Theed, my mechanic—who had been the governor's chauffeur before I took up flying—was busily testing my engine, and I could hear it missing a little.

'Hulloa!' I cried, looking up at a big monoplane at that moment passing over us. 'Why, Eastwell's up in Thorold's new bus!'

'Yes,' answered Roseye. 'I passed quite close to him behind St Albans.'

The October morning was bright and sunny, with a blue, cloudless sky, just the morning for trial flights and stunts, and, in consequence, two pupils were out on the aerodrome with their instructors, preparing for their lesson.

Roseye noticed this, and smiled across at me. She remembered, probably, how carefully I used to strap her into the seat, and how, more than once, she had gasped when we made a nose dive, or volplaned for an undesired landing. Yet, even in those days, she had betrayed no fear in the air for, apparently, she reposed entire faith in my judgment and my capabilities at the joy-stick.

We stood watching Eastwell as he banked first on one side, then on the other, until at last he made a graceful tour of the aerodrome and, swooping down suddenly, landed quite close to us.

'Morning!' he cried cheerily, as he slowly unstrapped himself and climbed out of his seat. 'Morning, Miss Lethmere,' he added, saluting. 'Well, how does my bus go? You had a little engine trouble, hadn't you?'

'Yes. I couldn't overtake Mr. Munro,' she replied, laughing. 'Were you watching me?'

'Yes. I've just come back from Cambridge. I left here this morning as soon as it was light.'

Eastwell, in his aviator's leather jacket, fur helmet and goggles, presented a tall, gaunt, rather uncouth figure. Yet, in his ordinary clothes, he was something of a dandy, with light brown hair, a carefully-trained moustache, and a pair of shrewd grey eyes.

Roseye had been acquainted with him for over two years, and it was she who had first introduced us.

They had met at Wiesbaden, where her father, Sir Herbert, had been taking his annual 'cure.' Eastwell had been at the Kaiserhof Hotel where they had also been staying and, being a young Englishman of means and leisure, an acquaintanceship had sprung up between them.

Lionel Eastwell was a great lover of music, and for that reason had been at Wiesbaden, where, in the Kursaal, the programme in the pre-war days was always excellent.

On their return to London Eastwell called at Cadogan Gardens, and Sir Herbert had then ascertained that the pleasant young man—who for two years had taken such a great interest in aviation—was possessed of a very comfortable income, was a member of the aero club, and lived in a very snug set of chambers half-way up Albemale Street.

At the Royal Automobile Club he was also a well-known figure in the select circle of rather go-ahead airmen who made that institution their nightly rendezvous.

As a result of hearing Lionel Eastwell speak of the pleasures and exhilration of the air, and after watching his flights at Hendon, Roseye had at last determined to seek the new sensation of aerial navigation, and in taking her lessons she and I had met.

Airmen and airwomen form a very select coterie practically unknown to the world outside the aerodrome. They fly; they risk their lives; they make their daily experiments with their new engines, new wings, new airscrews, new strainers, new magnetos, and all sorts of newly-invented etceteras, all the time risking their lives in a bad nose dive, or with a buckled wing.
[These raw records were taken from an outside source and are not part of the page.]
import { afterAll, beforeAll, describe, it } from 'vitest';
import { DEMO, signedIn, startTestApp, type TestApp } from './support/test-app.js';

let t: TestApp;

// An absolute lifetime of 1.8 s, however active the session is.
beforeAll(async () => {
  t = await startTestApp({ SESSION_MAX_HOURS: '0.0005' });
});
afterAll(() => t.close());

const pause = (ms: number) => new Promise((r) => setTimeout(r, ms));

describe('absolute lifetime', () => {
  it('ends a session after its maximum age even while it is in use', async () => {
    const client = await signedIn(t, DEMO.owner);
    for (let i = 0; i < 3; i += 1) {
      await pause(500);
      await client.get('/api/auth/me').expect(200);
    }
    await pause(500);
    await client.get('/api/auth/me').expect(401);
  });
});
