describe('marks and misses', () => {
  it('makes one miss per wrong item, with the key’s skills and lessons, and the engine’s diagnosis', async () => {
    const s = await sitting(wren, '2026-02-03T10:00');
    const res = await putMarks(s.id, [
      { keyItemId: item(1), correct: false, answer: '57' },
      { keyItemId: item(2), correct: false, answer: '139' },
      { keyItemId: item(3), correct: true },
      { keyItemId: item(4), correct: false, answer: '' },
    ]);
    expect(res.status, res.text).toBe(200);
    expect(res.body.score).toEqual({ items: 4, correct: 1, marked: 4, wrong: 3, percent: 25 });
    // The items' writes are sent together; what they made is still told in the items' order.
    expect(res.body.misses.createdMissIds).toEqual(
      [0, 1, 3].map((i) => res.body.marks[i].missId as number),
    );
    expect(
      res.body.marks.map((m: { number: number; missId: number | null }) => [
        m.number,
        m.missId !== null,
      ]),
    ).toEqual([
      [1, true],
      [2, true],
      [3, false],
      [4, true],
    ]);
    const miss2 = res.body.marks[1].missId as number;
    const detail = await owner.get(`/api/misses/${miss2}`).expect(200);
    expect(detail.body).toMatchObject({
      studentId: wren,
      occurredOn: '2026-02-03',
      sittingId: s.id,
      keyItemId: item(2),
      problem: '304 - 75',
      answer: '139',
      status: 'logged',
      skills: ['zeros'],
      revisit: ['6', '7'],
      expected: '229',
      correct: false,
    });
    // 304 − 75 → 139 is the borrow-across-zero example of DESIGN.md's error rule catalog.
    expect(detail.body.ruleIds).toContain('sub.borrow-across-zero');
    expect(detail.body.diagnosis.engineVersion).toEqual(expect.any(String));
    const blank = await owner.get(`/api/misses/${res.body.marks[3].missId}`).expect(200);
    expect(blank.body).toMatchObject({ answer: '', checked: false });
  });

  it('takes the cause for a wrong item when the parent already knows it', async () => {
    const s = await sitting(wren, '2026-02-03T11:00');
    const res = await putMarks(s.id, [
      { keyItemId: item(4), correct: false, answer: '28', cause: 'fact' },
    ]).expect(200);
    const miss = await owner.get(`/api/misses/${res.body.marks[0].missId}`).expect(200);
    expect(miss.body.cause).toBe('fact');
    const bad = await putMarks(s.id, [{ keyItemId: item(4), correct: false, cause: 'lazy' }]);
    expect(bad.body.fields).toEqual({
      'marks.0.cause': 'cause must be one of slip, fact, concept, step, reading, copying, unsure',
    });
  });

  it('creates nothing new when the same marks are saved again', async () => {
    const { s, marks, first } = await markedOnce('2026-02-04T10:00');
    const second = await putMarks(s.id, marks).expect(200);
    expect(second.body.misses).toEqual(emptyChanges);
    expect(second.body.marks).toEqual(first.body.marks);
    expect(await missesOf(s.id)).toHaveLength(1);
  });

  it('answers marks sent again as saved while another write holds the database', async () => {
    const { s, marks, first } = await markedOnce('2026-02-04T14:00');
    let release!: () => void;
    const held = t.app
      .get<Sequelize>(getConnectionToken())
      .transaction(() => new Promise<void>((resolve) => (release = resolve)));
    // Not a timing: a deadline, so a save that queued behind `held` fails here, not by hanging.
    const deadline = new Promise<'still waiting'>((r) =>
      setTimeout(() => r('still waiting'), 20_000),
    );
    try {
      const again = await Promise.race([putMarks(s.id, [...marks].reverse()), deadline]);
      expect(again === 'still waiting' ? again : again.body).toEqual({
        ...first.body,
        misses: emptyChanges,
      });
      // A save naming an item twice is refused as before, without the lock either.
      const twice = await Promise.race([putMarks(s.id, [...marks, marks[0]!]), deadline]);
      expect(twice === 'still waiting' ? twice : twice.body.fields).toEqual({
        'marks.2.keyItemId': 'item 1 is marked twice (also marks.0)',
      });
    } finally {
      release();
      await held;
    }
    expect(await missesOf(s.id)).toHaveLength(1);
  });

  it('saves a sitting’s first marks sent six times at once (a second tap, two parents) once, answering each', async () => {
    const s = await sitting(wren, '2026-02-04T16:00');
    const marks = [
      { keyItemId: item(1), correct: false, answer: '57' },
      { keyItemId: item(2), correct: false, answer: '339' },
      { keyItemId: item(3), correct: true },
    ];
    // On PostgreSQL, without the sitting's row lock, all but the first failed 409 on the
    // marks' unique index: each read no marks, then inserted them.
    const saves = await Promise.all(Array.from({ length: 6 }, () => putMarks(s.id, marks)));
    expect(saves.map((r) => `${r.status} ${r.status === 200 ? '' : r.text}`)).toEqual(
      Array(6).fill('200 '),
    );
    const created = saves.flatMap((r) => r.body.misses.createdMissIds as number[]);
    expect(created).toHaveLength(2);
    const whole = await owner.get(`/api/sittings/${s.id}`).expect(200);
    expect(whole.body.marks.map((m: { number: number }) => m.number).sort()).toEqual([1, 2, 3]);
    expect((await missesOf(s.id)).map((m) => m.id).sort()).toEqual([...created].sort());

    // Then all turned right at once: each miss resolved once, by one of the saves.
    const right = marks.map((m) => ({ keyItemId: m.keyItemId, correct: true }));
    const turned = await Promise.all(Array.from({ length: 6 }, () => putMarks(s.id, right)));
    expect(turned.map((r) => r.status)).toEqual(Array(6).fill(200));
    const resolved = turned.flatMap((r) => r.body.misses.resolvedMissIds as number[]);
    expect(resolved.sort()).toEqual([...created].sort());
    expect((await missesOf(s.id)).map((m) => m.status)).toEqual(['resolved', 'resolved']);
  });

  it('resolves the miss when a wrong mark turns right, and reopens it when it turns wrong again', async () => {
    const s = await sitting(wren, '2026-02-05T10:00');
    const made = await putMarks(s.id, [
      { keyItemId: item(1), correct: false, answer: '57' },
    ]).expect(200);
    const missId = made.body.misses.createdMissIds[0] as number;
    const right = await putMarks(s.id, [{ keyItemId: item(1), correct: true }]).expect(200);
    expect(right.body.misses.resolvedMissIds).toEqual([missId]);
    const resolved = await owner.get(`/api/misses/${missId}`).expect(200);
    expect(resolved.body.status).toBe('resolved');
    expect(resolved.body.note).toBe('Resolved: the mark was changed to right');
    const again = await putMarks(s.id, [
      { keyItemId: item(1), correct: false, answer: '53' },
    ]).expect(200);
    expect(again.body.misses).toMatchObject({ createdMissIds: [], reopenedMissIds: [missId] });
    const reopened = await owner.get(`/api/misses/${missId}`).expect(200);
    expect(reopened.body).toMatchObject({ status: 'logged', answer: '53' });
    // 81 − 38 → 53 is the borrow-no-decrement example of DESIGN.md's catalog.
    expect(reopened.body.ruleIds).toContain('sub.borrow-no-decrement');
    const retyped = await putMarks(s.id, [
      { keyItemId: item(1), correct: false, answer: '57' },
    ]).expect(200);
    expect(retyped.body.misses.updatedMissIds).toEqual([missId]);
    expect((await owner.get(`/api/misses/${missId}`)).body.answer).toBe('57');
    const unmarked = await putMarks(s.id, []).expect(200);
    expect(unmarked.body.misses.resolvedMissIds).toEqual([missId]);
    expect(unmarked.body.marks).toEqual([]);
    expect(await missesOf(s.id)).toHaveLength(1);
  });

  it('keeps a miss the parent resolved by hand when the same marks are saved again', async () => {
    const s = await sitting(wren, '2026-02-06T10:00');
    const marks = [{ keyItemId: item(3), correct: false, answer: '115' }];
    const made = await putMarks(s.id, marks).expect(200);
    const missId = made.body.misses.createdMissIds[0] as number;
    await owner.send('patch', `/api/misses/${missId}`, { status: 'resolved' }).expect(200);
    await putMarks(s.id, marks).expect(200);
    expect((await owner.get(`/api/misses/${missId}`)).body.status).toBe('resolved');
  });

  it('refuses marks for items of another key or marked twice, and saves none of them', async () => {
    const s = await sitting(wren, '2026-02-07T10:00');
    await putMarks(s.id, [{ keyItemId: item(1), correct: true }]).expect(200);
    const other = await owner
      .post('/api/answer-keys', {
        title: 'Other',
        kind: 'review',
        items: [{ number: 1, prompt: '1 + 1', answer: '2' }],
      })
      .expect(201);
    const res = await putMarks(s.id, [
      { keyItemId: item(2), correct: false, answer: '139' },
      { keyItemId: other.body.items[0].id, correct: true },
      { keyItemId: item(2), correct: true },
    ]);
    expect(res.status).toBe(400);
    expect(res.body.fields).toEqual({
      'marks.1.keyItemId': `item ${other.body.items[0].id} is not in this sitting’s key`,
      'marks.2.keyItemId': 'item 2 is marked twice (also marks.0)',
    });
    const bad = await putMarks(s.id, [{ keyItemId: item(1), correct: 'yes' }]);
    expect(bad.body.fields).toEqual({ 'marks.0.correct': 'correct must be true or false' });
    const now = await owner.get(`/api/sittings/${s.id}`).expect(200);
    expect(now.body.marks).toEqual([
      expect.objectContaining({ keyItemId: item(1), correct: true }),
    ]);
    expect(await missesOf(s.id)).toEqual([]);
  });
});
Our quartette, all of us enthusiasts, and all holding our own views regarding the British supremacy of aerial navigation in the war, stood chatting for ten minutes, or more, until turning to Roseye, I said:

'Well, I'm going over to see what Theed is up to.'

Then, together, we left Eastwell to go back to his own machine.
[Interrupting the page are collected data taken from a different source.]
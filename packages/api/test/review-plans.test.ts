import { parse } from 'csv-parse/sync';
import { extractText, getDocumentProxy } from 'unpdf';
import { afterAll, beforeAll, describe, expect, it } from 'vitest';
import type { ReviewPlanJson } from '../src/review-plans/review-plans.service.js';
import { outbox, waitForMail } from './support/mail.js';
import {
  DEMO,
  registered,
  signedIn,
  startTestApp,
  type Client,
  type TestApp,
} from './support/test-app.js';

let t: TestApp;
let owner: Client;
let tutor: Client;
let stranger: Client;
let wren: number;
let milo: number;

async function pdfText(body: Buffer): Promise<string> {
  const doc = await getDocumentProxy(new Uint8Array(body));
  const { text } = await extractText(doc, { mergePages: true });
  return text;
}

const binary = (res: import('superagent').Response, cb: (e: Error | null, b: Buffer) => void) => {
  const chunks: Buffer[] = [];
  res.on('data', (c: Buffer) => chunks.push(c));
  res.on('end', () => cb(null, Buffer.concat(chunks)));
};

async function freshStudent(name: string): Promise<number> {
  const res = await owner.post('/api/students', { name, gradeLevel: '3' }).expect(201);
  return res.body.id as number;
}

async function miss(
  studentId: number,
  occurredOn: string,
  problem: string,
  answer: string,
  extra: object = {},
): Promise<number> {
  const res = await owner.post('/api/misses', { studentId, occurredOn, problem, answer, ...extra });
  if (res.status !== 201) throw new Error(`miss: ${res.status} ${res.text}`);
  return res.body.id as number;
}

const statusOf = async (id: number) =>
  (await owner.get(`/api/misses/${id}`).expect(200)).body.status;
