import { readdirSync, readFileSync } from 'node:fs';
import path from 'node:path';
import type { AddressInfo } from 'node:net';
import { simpleParser } from 'mailparser';
import { SMTPServer } from 'smtp-server';
import { afterAll, beforeAll, describe, expect, it } from 'vitest';
import { MailService } from '../src/mail/mail.service.js';
import { outbox } from './support/mail.js';
import { Client, DEMO, signedIn, startTestApp, type TestApp } from './support/test-app.js';

describe('with the fake SMTP server (SMTP_URL unset)', () => {
  let t: TestApp;
  let owner: Client;

  beforeAll(async () => {
    t = await startTestApp({ SMTP_URL: '', SIGN_IN_LIMIT_PER_MINUTE: '100' });
    owner = await signedIn(t, DEMO.owner);
  });
  afterAll(() => t.close());

  it('really sends over SMTP and keeps what the server caught, with text, HTML and attachments', async () => {
    const mail = t.app.get(MailService);
    expect(mail.usesFakeServer).toBe(true);
    const pdf = Buffer.alloc(12_345, 1);
    await mail.send({
      to: 'someone@example.test',
      subject: 'A test letter — with “quotes” & <angles>',
      paragraphs: ['First line.', 'Second: http://localhost:3000/somewhere'],
      action: { label: 'Open it', url: 'http://localhost:3000/open?x=1&y=2' },
      sentBy: 'Robin, of a test household',
      reason: 'because a test asked',
      attachments: [{ filename: 'plan.pdf', content: pdf, contentType: 'application/pdf' }],
    });
    const [item] = await outbox(new Client(t.http()));
    expect(item).toMatchObject({
      to: 'someone@example.test',
      subject: 'A test letter — with “quotes” & <angles>',
      attachments: [{ filename: 'plan.pdf', size: 12_345 }],
      links: ['http://localhost:3000/somewhere', 'http://localhost:3000/open?x=1&y=2'],
    });
    expect(item!.from).toContain('no-reply@workback.test');
    expect(item!.text).toContain('Sent by Workback for Robin, of a test household');
    expect(item!.text).toContain('because a test asked');
    expect(item!.html).toContain('<a href="http://localhost:3000/open?x=1&amp;y=2">Open it</a>');
    expect(item!.html).toContain('Sent by Workback for Robin');
    expect(new Date(item!.sentAt).getTime()).toBeGreaterThan(Date.now() - 60_000);

    const files = readdirSync(path.join(t.dataDir, 'outbox'));
    expect(files.filter((f) => f.endsWith('.json'))).toHaveLength(1);
    const eml = files.find((f) => f.endsWith('.eml'))!;
    expect(readFileSync(path.join(t.dataDir, 'outbox', eml), 'latin1')).toMatch(
      /^Content-Type: multipart\/mixed/m,
    );
  });

  it('serves the outbox as a plain escaped page without scripts', async () => {
    const res = await new Client(t.http()).get('/dev/outbox').set('accept', 'text/html');
    expect(res.status).toBe(200);
    expect(res.headers['content-type']).toMatch(/text\/html/);
    expect(res.text).toContain('A test letter — with “quotes” &amp; &lt;angles&gt;');
    expect(res.text).not.toContain('<angles>');
    expect(res.text).not.toMatch(/<script|<style|\sstyle="/i);
    expect(res.headers['content-security-policy']).toContain("script-src 'self'");
  });

  it('says who sent an invitation and why, in both parts', async () => {
    await owner
      .post('/api/invitations', { email: 'helper@example.test', role: 'parent' })
      .expect(201);
    const mail = (await outbox(owner)).find((m) => m.to === 'helper@example.test')!;
    for (const part of [mail.text, mail.html]) {
      expect(part).toContain('Robin');
      expect(part).toContain('The Hollow Lane household');
      expect(part).toMatch(/because Robin entered this address/);
    }
  });
});

describe('with a real relay at SMTP_URL', () => {
  let t: TestApp;
  let relay: SMTPServer;
  const received: { to: string[]; raw: string }[] = [];

  beforeAll(async () => {
    // Stands in for the family's mail provider: a separate SMTP server the app only knows by URL.
    relay = new SMTPServer({
      authOptional: true,
      disabledCommands: ['STARTTLS', 'AUTH'],
      logger: false,
      onData(stream, session, callback) {
        let raw = '';
        stream.on('data', (c: Buffer) => (raw += c.toString('latin1')));
        stream.on('end', () => {
          received.push({ to: session.envelope.rcptTo.map((r) => r.address), raw });
          callback();
        });
      },
    });
    await new Promise<void>((resolve) => relay.listen(0, '127.0.0.1', resolve));
    const { port } = relay.server.address() as AddressInfo;
    t = await startTestApp({
      SMTP_URL: `smtp://127.0.0.1:${port}`,
      SIGN_IN_LIMIT_PER_MINUTE: '100',
    });
  });
  afterAll(async () => {
    await t.close();
    await new Promise<void>((resolve) => relay.close(() => resolve()));
  });

  it('sends there, and the dev outbox does not exist', async () => {
    const owner = await signedIn(t, DEMO.owner);
    await owner.post('/api/invitations', { email: 'far@example.test', role: 'parent' }).expect(201);
    expect(received).toHaveLength(1);
    expect(received[0]!.to).toEqual(['far@example.test']);
    // Read the decoded text: quoted-printable may wrap a long line inside the link.
    const { text } = await simpleParser(received[0]!.raw);
    expect(text).toMatch(/\/invitations\/[A-Za-z0-9_-]{43}/);
    const anon = new Client(t.http());
    const json = await anon.get('/api/dev/outbox');
    expect(json.status).toBe(404);
    expect(json.body.message).toMatch(/SMTP_URL/);
    expect((await anon.get('/dev/outbox').set('accept', 'text/html')).status).toBe(404);
    expect(t.app.get(MailService).usesFakeServer).toBe(false);
  });
});

describe('shutdown', () => {
  it('stops the fake server with the app', async () => {
    const t = await startTestApp({ SMTP_URL: '' });
    const mail = t.app.get(MailService);
    const port = (
      mail as unknown as { fake: { server: { server: { address(): AddressInfo } } } }
    ).fake.server.server.address().port;
    await t.close();
    const net = await import('node:net');
    const refused = await new Promise<boolean>((resolve) => {
      const socket = net.connect(port, '127.0.0.1');
      socket.on('connect', () => {
        socket.destroy();
        resolve(false);
      });
      socket.on('error', () => resolve(true));
    });
    expect(refused).toBe(true);
  });
});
Yet, in that second, a strange thing occurred.

Perhaps I may have been unduly suspicious—if so, I regret it and offer apology—but I felt certain somehow that I saw in Roseye's face a look of displeasure that I should have taken her from the man whose sudden appearance had caused her countenance to brighten.

And, at the same time, as I glanced surreptitiously at Lionel Eastwell, while in the act of offering him a 'gasper' from my case, I most certainly saw a strange and distinctly sinister expression—one that caused me through the next hour to reflect very deeply, and ponder over its cause.